(SUPPLIED INFORMATION begins)

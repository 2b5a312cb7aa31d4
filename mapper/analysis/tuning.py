"""PI tuning rules, controller settings in the forms engineers type, and loop margins.

This module owns the controller side of the job: published PI rules for first-order-plus-dead-time
(FOPDT) and integrating-plus-dead-time processes, conversion of a controller to the settings an
engineer types (gain, integral time in seconds and minutes, proportional band), robustness margins
from the exact frequency response of the loop (dead time as ``exp(-j w theta)``, no Padé
approximation; computed in :mod:`mapper.analysis.margins` and re-exported here), and the ratio of
integrated errors ``ti/kc`` (the verdict judges speed by the integrated *absolute* error after a load
step instead, simulated in :mod:`mapper.analysis.closedloop`).

Conventions: time in seconds, process gain in output units per input unit (integrating gain in
output units per second per input unit), controller gain ``kc`` in input units per output unit,
frequencies in rad/s. The controller is the ideal (parallel) PI ``C(s) = kc (1 + 1/(ti s))``.
"""

from __future__ import annotations

import math
from dataclasses import dataclass, field

from mapper.analysis.margins import check_process
from mapper.errors import DataError

TUNING_RULES = ("simc", "lambda")


# ---------------------------------------------------------------------------------------------
# Tuning rules
# ---------------------------------------------------------------------------------------------


@dataclass(frozen=True)
class PITuning:
    """A PI controller and how it was obtained.

    Attributes
    ----------
    kc : float
        Controller gain, input units per output unit. Its sign follows the process gain (a positive
        process gain needs a reverse-acting controller).
    ti : float
        Integral (reset) time, s.
    rule : str
        Tuning rule that produced it (``"simc"``, ``"lambda"``, or ``"given"``).
    closed_loop_time : float or None
        Desired closed-loop time constant (tau_c or lambda) used by the rule, s.
    notes : tuple of str
        Sentences about choices made (for example a floor on the closed-loop time).
    """

    kc: float
    ti: float
    rule: str = "given"
    closed_loop_time: float | None = None
    notes: tuple[str, ...] = field(default=())

    @property
    def ti_min(self) -> float:
        """Integral time in minutes."""
        return self.ti / 60.0

    @property
    def integral_gain(self) -> float:
        """Integral gain ``|kc| / ti`` (1/s times input per output units)."""
        return abs(self.kc) / self.ti

    def settings(self, *, input_range=None, output_range=None) -> dict:
        """The controller in the forms engineers type.

        Parameters
        ----------
        input_range, output_range : pair of float, optional
            Instrument ranges of the process input (controller output) and of the process output
            (measurement). When both are given the gain is also stated dimensionless (%/%) and as a
            proportional band.

        Returns
        -------
        dict
            ``kc``, ``ti`` (s), ``ti_min``, ``action`` (``"reverse"`` for a positive process gain,
            common practice), ``rule``, ``closed_loop_time`` and, with ranges,
            ``kc_dimensionless`` and ``proportional_band`` (%).

        Notes
        -----
        With spans ``S_in`` and ``S_out``, a controller working in percent of span has gain
        ``kc * S_out / S_in`` and proportional band ``100 / |kc_dimensionless|`` % (common practice).
        """
        out = {
            "kc": float(self.kc),
            "ti": float(self.ti),
            "ti_min": float(self.ti_min),
            "action": "reverse" if self.kc > 0 else "direct",
            "rule": self.rule,
            "closed_loop_time": None if self.closed_loop_time is None else float(self.closed_loop_time),
        }
        dimensionless = dimensionless_gain(self.kc, input_range=input_range, output_range=output_range)
        if dimensionless is not None:
            out["kc_dimensionless"] = dimensionless
            out["proportional_band"] = 100.0 / abs(dimensionless)
        return out


def _span(value, name: str) -> float | None:
    if value is None:
        return None
    try:
        low, high = (float(v) for v in value)
    except (TypeError, ValueError) as exc:
        raise DataError(
            f"{name} must be a pair [low, high]; got {value!r}",
            hint="give the instrument range as two numbers, e.g. [0, 100]",
        ) from exc
    if not math.isfinite(low) or not math.isfinite(high) or high == low:
        raise DataError(f"{name} {value!r} has no usable span", hint="give two different finite numbers")
    return abs(high - low)


def dimensionless_gain(kc: float, *, input_range=None, output_range=None) -> float | None:
    """Controller gain in percent of output span per percent of measurement span, or None.

    Parameters
    ----------
    kc : float
        Controller gain in engineering units (process input units per process output unit).
    input_range, output_range : pair of float, optional
        Instrument ranges of the process input and output. Both are needed.
    """
    span_in = _span(input_range, "input_range")
    span_out = _span(output_range, "output_range")
    if span_in is None or span_out is None:
        return None
    return float(kc) * span_out / span_in


def simc_pi(gain: float, time_constant: float | None, dead_time: float, *,
            closed_loop_time: float | None = None, model: str = "fopdt") -> PITuning:
    """SIMC PI settings for an FOPDT or integrating-plus-dead-time process.

    Parameters
    ----------
    gain : float
        Process gain (integrating gain for ``model="integrating"``).
    time_constant : float or None
        Time constant, s (ignored for integrating processes).
    dead_time : float
        Dead time, s.
    closed_loop_time : float, optional
        Desired closed-loop time constant tau_c, s. Default ``dead_time`` (tight but robust control).
    model : {"fopdt", "integrating"}

    Returns
    -------
    PITuning

    Raises
    ------
    DataError
        When the process parameters cannot be tuned (zero gain, negative times) or when neither
        dead time nor ``closed_loop_time`` gives a positive tau_c + theta.

    Notes
    -----
    Skogestad's SIMC rules (Skogestad, 2003): ``kc = tau / (K (tau_c + theta))``,
    ``ti = min(tau, 4 (tau_c + theta))``; integrating: ``kc = 1 / (k' (tau_c + theta))``,
    ``ti = 4 (tau_c + theta)``.

    References
    ----------
    S. Skogestad, "Simple analytic rules for model reduction and PID controller tuning",
    Journal of Process Control 13 (2003) 291-309.
    """
    check_process(gain, time_constant, dead_time, model)
    tau_c = dead_time if closed_loop_time is None else float(closed_loop_time)
    total = tau_c + dead_time
    if not total > 0:
        raise DataError(
            "SIMC needs tau_c + dead time > 0; the dead time is 0 and no closed-loop time was given",
            hint="pass closed_loop_time (desired closed-loop time constant, s)",
        )
    if model == "integrating":
        return PITuning(kc=1.0 / (gain * total), ti=4.0 * total, rule="simc", closed_loop_time=tau_c)
    assert time_constant is not None  # check_process demands one for an FOPDT model
    return PITuning(kc=time_constant / (gain * total), ti=min(time_constant, 4.0 * total), rule="simc",
                    closed_loop_time=tau_c)


def lambda_pi(gain: float, time_constant: float | None, dead_time: float, *,
              closed_loop_time: float | None = None, model: str = "fopdt") -> PITuning:
    """IMC / lambda PI settings for an FOPDT or integrating-plus-dead-time process.

    Parameters
    ----------
    gain, time_constant, dead_time, model
        As :func:`simc_pi`.
    closed_loop_time : float, optional
        Lambda, the desired closed-loop time constant, s. Default: the larger of the time constant
        and three dead times for FOPDT (a common conservative choice), three dead times for
        integrating processes (common practice).

    Returns
    -------
    PITuning

    Notes
    -----
    FOPDT: ``kc = tau / (K (lambda + theta))``, ``ti = tau`` -- the IMC PI rule of Rivera, Morari &
    Skogestad (1986) with the dead time counted into the closed-loop time, as used in lambda tuning
    (Chien & Fruehauf, 1990). Integrating: ``kc = (2 lambda + theta) / (k' (lambda + theta)^2)``,
    ``ti = 2 lambda + theta`` (Chien & Fruehauf, 1990; from memory).

    References
    ----------
    D. E. Rivera, M. Morari, S. Skogestad, "Internal model control. 4. PID controller design",
    Ind. Eng. Chem. Process Des. Dev. 25 (1986) 252-265.
    I.-L. Chien, P. S. Fruehauf, "Consider IMC tuning to improve controller performance",
    Chemical Engineering Progress 86 (1990) 33-41.
    """
    check_process(gain, time_constant, dead_time, model)
    tau = float("nan") if time_constant is None else time_constant  # None only for integrating models
    if closed_loop_time is None:
        lam = 3.0 * dead_time if model == "integrating" else max(tau, 3.0 * dead_time)
    else:
        lam = float(closed_loop_time)
    if not lam + dead_time > 0:
        raise DataError("lambda tuning needs lambda + dead time > 0",
                        hint="pass closed_loop_time (lambda, s)")
    if model == "integrating":
        reset = 2.0 * lam + dead_time
        return PITuning(kc=reset / (gain * (lam + dead_time) ** 2), ti=reset, rule="lambda", closed_loop_time=lam)
    return PITuning(kc=tau / (gain * (lam + dead_time)), ti=tau, rule="lambda",
                    closed_loop_time=lam)


def tune(rule: str, gain, time_constant, dead_time, *, closed_loop_time=None, model="fopdt") -> PITuning:
    """Dispatch to a tuning rule by name (``"simc"`` or ``"lambda"``)."""
    if rule == "simc":
        return simc_pi(gain, time_constant, dead_time, closed_loop_time=closed_loop_time, model=model)
    if rule == "lambda":
        return lambda_pi(gain, time_constant, dead_time, closed_loop_time=closed_loop_time, model=model)
    raise DataError(f"unknown tuning rule {rule!r}", hint=f"use one of {TUNING_RULES}")


def slowdown(local: PITuning, given: PITuning) -> float:
    """Ratio of integrated errors after a load step, ``given`` against ``local``.

    A fair speed measure only for well-damped loops (it rewards oscillation); the verdict uses the
    integrated absolute error from a simulation instead (:mod:`mapper.analysis.controller_search`).

    Returns
    -------
    float
        ``(|kc|/ti of local) / (|kc|/ti of given)``; above 1 the given controller is slower.

    Notes
    -----
    For a PI loop the integrated error after a unit step load disturbance is ``IE = ti / kc``
    (Åström & Hägglund, *PID Controllers*, 1995), so the ratio of integral gains is the ratio of
    integrated errors: the given controller leaves this many times more error behind than the
    locally tuned one.
    """
    return local.integral_gain / given.integral_gain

(SUPPLIED INFORMATION ends)

● **TASK**
From the records above, quote only the lines running from the line with "Instrument ranges of the process input and" to the line with "return PITuning(kc=1.0 /", both lines included.

● **TASK RESPONSE**
        Instrument ranges of the process input and output. Both are needed.
    """
    span_in = _span(input_range, "input_range")
    span_out = _span(output_range, "output_range")
    if span_in is None or span_out is None:
        return None
    return float(kc) * span_out / span_in


def simc_pi(gain: float, time_constant: float | None, dead_time: float, *,
            closed_loop_time: float | None = None, model: str = "fopdt") -> PITuning:
    """SIMC PI settings for an FOPDT or integrating-plus-dead-time process.

    Parameters
    ----------
    gain : float
        Process gain (integrating gain for ``model="integrating"``).
    time_constant : float or None
        Time constant, s (ignored for integrating processes).
    dead_time : float
        Dead time, s.
    closed_loop_time : float, optional
        Desired closed-loop time constant tau_c, s. Default ``dead_time`` (tight but robust control).
    model : {"fopdt", "integrating"}

    Returns
    -------
    PITuning

    Raises
    ------
    DataError
        When the process parameters cannot be tuned (zero gain, negative times) or when neither
        dead time nor ``closed_loop_time`` gives a positive tau_c + theta.

    Notes
    -----
    Skogestad's SIMC rules (Skogestad, 2003): ``kc = tau / (K (tau_c + theta))``,
    ``ti = min(tau, 4 (tau_c + theta))``; integrating: ``kc = 1 / (k' (tau_c + theta))``,
    ``ti = 4 (tau_c + theta)``.

    References
    ----------
    S. Skogestad, "Simple analytic rules for model reduction and PID controller tuning",
    Journal of Process Control 13 (2003) 291-309.
    """
    check_process(gain, time_constant, dead_time, model)
    tau_c = dead_time if closed_loop_time is None else float(closed_loop_time)
    total = tau_c + dead_time
    if not total > 0:
        raise DataError(
            "SIMC needs tau_c + dead time > 0; the dead time is 0 and no closed-loop time was given",
            hint="pass closed_loop_time (desired closed-loop time constant, s)",
        )
    if model == "integrating":
        return PITuning(kc=1.0 / (gain * total), ti=4.0 * total, rule="simc", closed_loop_time=tau_c)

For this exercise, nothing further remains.